Os padres achavam que as secas cíclicas e devastadoras eram um castigo
divino para com os povos desregrados. Padres e proprietários de terras
praticavam uma antiga liturgia, carregando as imagens dos santos padroeiros
das paróquias, em procissão, implorando chuva a Deus, por sua intercessão.
Novenas e outras práticas litúrgicas eram também correntes, com o
intuito de sanar os males do mundo, no tocante do Vale, dissoluto
e anárquico.
Contudo,
anunciava-se para o Cariri uma era de renascimento e mudança. A região
assumiu o título de “celeiro do Nordeste”. Expandia-se sobretudo a
produção de cana-de-açúcar, em todas as terras disponíveis do Vale.

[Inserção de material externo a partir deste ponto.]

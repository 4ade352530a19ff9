"""Differences between two solutions of related networks, on arrays matched beforehand.

The caller matches nodes by label and branches by name; these functions take the matched value
arrays (``a`` the base, ``b`` the variant) and give ``b - a`` statistics and the largest changes.
"""

from __future__ import annotations

from dataclasses import dataclass

import numpy as np


@dataclass(frozen=True)
class ChangeStatistics:
    """Statistics of ``delta = b - a`` over the matched entries with finite values.

    Attributes
    ----------
    count : int
    mean, rms, largest_increase, largest_decrease, largest_magnitude : float
    median_magnitude, p99_magnitude : float
        50th and 99th percentile of ``|delta|``.
    """

    count: int
    mean: float
    rms: float
    largest_increase: float
    largest_decrease: float
    largest_magnitude: float
    median_magnitude: float
    p99_magnitude: float


def change_statistics(a: np.ndarray, b: np.ndarray) -> ChangeStatistics:
    """Statistics of ``b - a`` where both are finite (all zeros when nothing matches)."""
    delta = np.asarray(b, np.float64) - np.asarray(a, np.float64)
    delta = delta[np.isfinite(delta)]
    if delta.size == 0:
        return ChangeStatistics(0, *([0.0] * 7))
    magnitude = np.abs(delta)
    return ChangeStatistics(
        int(delta.size), float(delta.mean()), float(np.sqrt(np.mean(delta ** 2))),
        float(delta.max()), float(delta.min()), float(magnitude.max()),
        float(np.median(magnitude)), float(np.percentile(magnitude, 99)))


def largest_changes(a: np.ndarray, b: np.ndarray, top: int) -> np.ndarray:
    """Indices of the ``top`` entries of largest non-zero ``|b - a|`` (finite ones), largest
    first."""
    delta = np.abs(np.asarray(b, np.float64) - np.asarray(a, np.float64))
    candidates = np.flatnonzero(np.isfinite(delta) & (delta > 0))
    if candidates.size > top:
        candidates = candidates[np.argpartition(-delta[candidates], top - 1)[:top]]
    return candidates[np.argsort(-delta[candidates], kind="stable")]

O principal produto da região não era o açúcar granulado, e sim a
rapadura, bloco retangular de açúcar preto, bruto, que até hoje é
um dos componentes mais importantes da alimentação das classes pobres
do nordeste brasileiro. O algodão, cultivado em algumas partes do
Vale, era destinado à exportação. Fibras mais baratas, consumidas
internamente, por pequenas indústrias caseiras.
Porém
o açúcar e o engenho foram os principais responsáveis pela formação
da hierarquia social do Vale. No seu ápice achavam-se os fazendeiros
de cana, que gozaram de proeminência política e social até o fim do
século XIX.
Os braços
da região, empregados do campo, eram livres, sendo, do ponto de vista
racial, mestiços. Viviam, contudo, no limite mais baixo da subsistência
e eram, de fato, permanentemente ligados aos produtores de açúcar,
como bem indica a expressão usada para esses trabalhadores: agregados.
As tarefas dos agregados não se limitavam à produção. Em tempos de
rivalidade entre os proprietários de terras, aos trabalhadores eram
entregues armas para que defendessem com lealdade os interesses dos
patrões. Poucas vezes ocorreu uma rebelião contra os patrões, pois
os laços sociais e religiosos representados pelo compadrio e pela
afilhagem ligavam entre si proprietários e trabalhadores, numa rede
de relações e obrigações mútuas. As estruturas que começavam a tomar
forma durante esse período vieram a produzir o contexto dentro do
qual se desenvolveria o “Movimento de Juazeiro”.
O
progresso do meado do século reavivou a ambição política do Vale.
A corte imperial conservadora, entretanto, bloqueou a esperança de
vir alguma cidade do Vale a sediar a autoridade provincial em Fortaleza.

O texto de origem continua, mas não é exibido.